* _WHAT IS REQUIRED_: What is needed is an exact copy of the lines in the listing below, from the one with "const RECT = 1 / Math.sqrt(3);" up to and including the one with "central 68 %", with no other lines.

══════════════════════════════

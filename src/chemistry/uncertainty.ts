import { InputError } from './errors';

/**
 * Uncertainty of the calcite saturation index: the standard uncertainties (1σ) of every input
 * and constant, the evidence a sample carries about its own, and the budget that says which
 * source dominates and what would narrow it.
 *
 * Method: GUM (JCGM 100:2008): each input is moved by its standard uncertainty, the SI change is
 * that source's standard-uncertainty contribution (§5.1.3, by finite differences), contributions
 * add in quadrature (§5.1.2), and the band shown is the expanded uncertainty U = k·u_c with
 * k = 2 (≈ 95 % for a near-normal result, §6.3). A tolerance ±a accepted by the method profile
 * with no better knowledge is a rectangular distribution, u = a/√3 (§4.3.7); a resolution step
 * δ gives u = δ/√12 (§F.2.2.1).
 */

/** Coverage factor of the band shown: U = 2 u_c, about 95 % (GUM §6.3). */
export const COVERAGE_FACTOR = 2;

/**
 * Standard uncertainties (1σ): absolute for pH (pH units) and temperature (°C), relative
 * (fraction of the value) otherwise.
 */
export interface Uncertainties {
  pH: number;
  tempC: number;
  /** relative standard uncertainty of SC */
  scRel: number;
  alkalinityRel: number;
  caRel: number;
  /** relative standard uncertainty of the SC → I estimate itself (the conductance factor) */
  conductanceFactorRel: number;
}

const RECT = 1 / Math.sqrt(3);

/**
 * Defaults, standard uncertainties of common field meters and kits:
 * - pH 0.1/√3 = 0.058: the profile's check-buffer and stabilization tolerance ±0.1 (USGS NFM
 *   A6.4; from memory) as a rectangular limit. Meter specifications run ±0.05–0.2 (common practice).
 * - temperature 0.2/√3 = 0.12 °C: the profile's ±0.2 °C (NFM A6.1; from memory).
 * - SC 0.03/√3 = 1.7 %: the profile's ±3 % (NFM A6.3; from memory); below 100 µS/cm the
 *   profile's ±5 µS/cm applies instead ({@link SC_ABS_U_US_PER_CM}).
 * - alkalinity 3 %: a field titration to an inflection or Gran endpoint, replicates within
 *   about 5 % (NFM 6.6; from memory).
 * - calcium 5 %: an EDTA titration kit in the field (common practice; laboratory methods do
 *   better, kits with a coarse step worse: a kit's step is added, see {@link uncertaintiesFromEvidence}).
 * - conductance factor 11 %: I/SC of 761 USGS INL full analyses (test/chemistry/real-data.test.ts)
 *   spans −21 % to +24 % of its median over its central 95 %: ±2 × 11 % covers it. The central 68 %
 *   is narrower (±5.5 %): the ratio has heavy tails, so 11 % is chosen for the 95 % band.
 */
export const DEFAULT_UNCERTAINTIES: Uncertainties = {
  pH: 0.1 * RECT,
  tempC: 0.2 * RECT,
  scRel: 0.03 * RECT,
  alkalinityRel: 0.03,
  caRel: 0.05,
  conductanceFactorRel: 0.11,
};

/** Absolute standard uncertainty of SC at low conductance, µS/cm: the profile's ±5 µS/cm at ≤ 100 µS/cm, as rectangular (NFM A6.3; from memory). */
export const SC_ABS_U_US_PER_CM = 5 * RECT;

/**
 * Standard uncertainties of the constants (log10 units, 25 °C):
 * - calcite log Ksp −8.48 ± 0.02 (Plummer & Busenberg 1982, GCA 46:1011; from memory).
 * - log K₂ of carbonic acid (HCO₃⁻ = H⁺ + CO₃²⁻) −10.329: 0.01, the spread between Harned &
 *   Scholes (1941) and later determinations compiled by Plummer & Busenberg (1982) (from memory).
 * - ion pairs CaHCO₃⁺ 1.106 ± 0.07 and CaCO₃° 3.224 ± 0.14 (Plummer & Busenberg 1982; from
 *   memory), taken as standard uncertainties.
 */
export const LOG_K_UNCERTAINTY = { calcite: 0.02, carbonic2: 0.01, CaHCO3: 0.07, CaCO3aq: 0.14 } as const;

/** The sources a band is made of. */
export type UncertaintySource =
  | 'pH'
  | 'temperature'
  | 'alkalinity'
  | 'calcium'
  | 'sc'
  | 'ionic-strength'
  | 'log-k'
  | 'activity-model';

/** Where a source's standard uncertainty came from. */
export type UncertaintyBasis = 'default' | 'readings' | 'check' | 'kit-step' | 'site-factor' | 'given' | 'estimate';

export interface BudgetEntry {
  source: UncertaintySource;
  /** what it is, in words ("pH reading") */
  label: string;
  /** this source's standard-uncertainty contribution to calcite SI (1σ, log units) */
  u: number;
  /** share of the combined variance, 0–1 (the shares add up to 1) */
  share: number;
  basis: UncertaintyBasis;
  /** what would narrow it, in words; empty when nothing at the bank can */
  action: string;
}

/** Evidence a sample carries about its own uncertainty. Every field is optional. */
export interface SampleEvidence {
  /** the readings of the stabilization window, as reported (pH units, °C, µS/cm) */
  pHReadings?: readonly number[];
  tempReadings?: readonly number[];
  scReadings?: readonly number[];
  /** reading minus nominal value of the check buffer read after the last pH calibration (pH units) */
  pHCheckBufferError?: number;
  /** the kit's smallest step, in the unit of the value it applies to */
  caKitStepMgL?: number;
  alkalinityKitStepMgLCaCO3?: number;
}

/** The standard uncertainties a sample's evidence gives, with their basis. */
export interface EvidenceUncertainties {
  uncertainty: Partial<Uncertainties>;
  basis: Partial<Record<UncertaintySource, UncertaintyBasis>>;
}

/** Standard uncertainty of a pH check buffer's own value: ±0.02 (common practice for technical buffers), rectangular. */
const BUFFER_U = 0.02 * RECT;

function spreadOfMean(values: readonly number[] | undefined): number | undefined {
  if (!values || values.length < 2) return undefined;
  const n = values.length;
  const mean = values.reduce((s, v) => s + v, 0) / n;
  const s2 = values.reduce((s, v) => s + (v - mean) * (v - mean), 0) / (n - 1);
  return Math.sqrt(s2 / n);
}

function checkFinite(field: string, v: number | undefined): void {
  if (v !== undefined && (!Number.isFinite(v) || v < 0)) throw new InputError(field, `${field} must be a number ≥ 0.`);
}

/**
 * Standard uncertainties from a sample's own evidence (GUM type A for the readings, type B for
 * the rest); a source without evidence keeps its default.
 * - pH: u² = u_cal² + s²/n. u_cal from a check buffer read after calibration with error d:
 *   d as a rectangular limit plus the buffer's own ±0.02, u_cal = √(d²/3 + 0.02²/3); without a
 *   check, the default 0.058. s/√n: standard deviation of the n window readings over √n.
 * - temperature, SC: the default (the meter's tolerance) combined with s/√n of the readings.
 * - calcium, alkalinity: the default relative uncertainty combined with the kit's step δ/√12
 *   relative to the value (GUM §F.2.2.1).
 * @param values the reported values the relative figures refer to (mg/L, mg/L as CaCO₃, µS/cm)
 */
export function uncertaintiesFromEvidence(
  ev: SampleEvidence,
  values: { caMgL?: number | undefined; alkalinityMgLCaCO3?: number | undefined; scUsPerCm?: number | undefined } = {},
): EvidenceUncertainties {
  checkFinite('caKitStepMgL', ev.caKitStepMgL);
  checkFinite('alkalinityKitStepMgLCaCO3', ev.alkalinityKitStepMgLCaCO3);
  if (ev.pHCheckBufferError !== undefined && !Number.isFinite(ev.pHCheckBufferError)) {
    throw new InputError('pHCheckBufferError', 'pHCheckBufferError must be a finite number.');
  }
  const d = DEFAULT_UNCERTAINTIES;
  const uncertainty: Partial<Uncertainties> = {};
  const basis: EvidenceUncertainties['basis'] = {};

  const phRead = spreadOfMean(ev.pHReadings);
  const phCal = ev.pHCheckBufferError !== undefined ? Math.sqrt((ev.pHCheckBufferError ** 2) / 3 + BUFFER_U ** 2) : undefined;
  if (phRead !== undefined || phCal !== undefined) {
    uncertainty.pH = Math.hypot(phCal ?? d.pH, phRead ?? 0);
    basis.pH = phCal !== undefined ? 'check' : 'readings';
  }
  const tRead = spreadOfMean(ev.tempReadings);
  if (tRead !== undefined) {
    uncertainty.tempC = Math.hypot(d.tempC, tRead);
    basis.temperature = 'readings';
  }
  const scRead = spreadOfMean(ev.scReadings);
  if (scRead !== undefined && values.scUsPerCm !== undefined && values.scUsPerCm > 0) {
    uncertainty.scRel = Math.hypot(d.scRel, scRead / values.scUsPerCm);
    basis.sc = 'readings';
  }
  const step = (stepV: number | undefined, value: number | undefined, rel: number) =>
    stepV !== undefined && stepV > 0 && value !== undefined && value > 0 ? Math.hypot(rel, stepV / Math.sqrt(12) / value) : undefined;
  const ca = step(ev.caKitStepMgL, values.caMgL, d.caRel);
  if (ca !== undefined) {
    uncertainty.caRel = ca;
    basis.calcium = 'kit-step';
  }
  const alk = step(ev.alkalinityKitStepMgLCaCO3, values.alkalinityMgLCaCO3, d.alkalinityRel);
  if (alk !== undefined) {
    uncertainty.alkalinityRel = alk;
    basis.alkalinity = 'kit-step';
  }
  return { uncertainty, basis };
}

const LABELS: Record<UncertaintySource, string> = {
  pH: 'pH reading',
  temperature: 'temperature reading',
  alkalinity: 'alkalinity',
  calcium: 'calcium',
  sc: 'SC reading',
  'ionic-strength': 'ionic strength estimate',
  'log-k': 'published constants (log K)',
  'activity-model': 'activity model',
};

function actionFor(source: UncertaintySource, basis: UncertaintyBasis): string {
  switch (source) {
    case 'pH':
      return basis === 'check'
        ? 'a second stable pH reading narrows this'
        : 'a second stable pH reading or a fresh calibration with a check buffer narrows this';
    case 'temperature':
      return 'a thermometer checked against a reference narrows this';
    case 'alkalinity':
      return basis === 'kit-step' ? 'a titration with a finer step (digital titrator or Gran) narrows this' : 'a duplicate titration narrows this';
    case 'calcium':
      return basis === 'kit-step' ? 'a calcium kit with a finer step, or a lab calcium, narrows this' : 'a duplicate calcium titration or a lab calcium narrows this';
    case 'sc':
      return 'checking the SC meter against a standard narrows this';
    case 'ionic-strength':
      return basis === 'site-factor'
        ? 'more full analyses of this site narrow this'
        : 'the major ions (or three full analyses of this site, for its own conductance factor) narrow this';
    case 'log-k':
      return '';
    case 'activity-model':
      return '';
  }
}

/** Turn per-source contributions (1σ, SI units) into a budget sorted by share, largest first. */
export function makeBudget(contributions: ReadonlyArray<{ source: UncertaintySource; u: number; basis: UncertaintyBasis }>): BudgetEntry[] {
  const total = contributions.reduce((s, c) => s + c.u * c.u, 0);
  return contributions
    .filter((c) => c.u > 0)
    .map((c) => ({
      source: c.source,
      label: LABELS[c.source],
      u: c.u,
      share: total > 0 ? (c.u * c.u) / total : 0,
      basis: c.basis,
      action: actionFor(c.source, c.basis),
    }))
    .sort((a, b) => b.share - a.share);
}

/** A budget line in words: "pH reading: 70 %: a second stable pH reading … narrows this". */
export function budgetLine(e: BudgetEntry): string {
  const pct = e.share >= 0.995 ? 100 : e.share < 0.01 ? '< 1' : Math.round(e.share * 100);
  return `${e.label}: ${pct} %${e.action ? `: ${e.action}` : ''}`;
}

══════════════════════════════

* _OUTPUT OF THE EXERCISE_:
const RECT = 1 / Math.sqrt(3);

/**
 * Defaults, standard uncertainties of common field meters and kits:
 * - pH 0.1/√3 = 0.058: the profile's check-buffer and stabilization tolerance ±0.1 (USGS NFM
 *   A6.4; from memory) as a rectangular limit. Meter specifications run ±0.05–0.2 (common practice).
 * - temperature 0.2/√3 = 0.12 °C: the profile's ±0.2 °C (NFM A6.1; from memory).
 * - SC 0.03/√3 = 1.7 %: the profile's ±3 % (NFM A6.3; from memory); below 100 µS/cm the
 *   profile's ±5 µS/cm applies instead ({@link SC_ABS_U_US_PER_CM}).
 * - alkalinity 3 %: a field titration to an inflection or Gran endpoint, replicates within
 *   about 5 % (NFM 6.6; from memory).
 * - calcium 5 %: an EDTA titration kit in the field (common practice; laboratory methods do
 *   better, kits with a coarse step worse: a kit's step is added, see {@link uncertaintiesFromEvidence}).
 * - conductance factor 11 %: I/SC of 761 USGS INL full analyses (test/chemistry/real-data.test.ts)
 *   spans −21 % to +24 % of its median over its central 95 %: ±2 × 11 % covers it. The central 68 %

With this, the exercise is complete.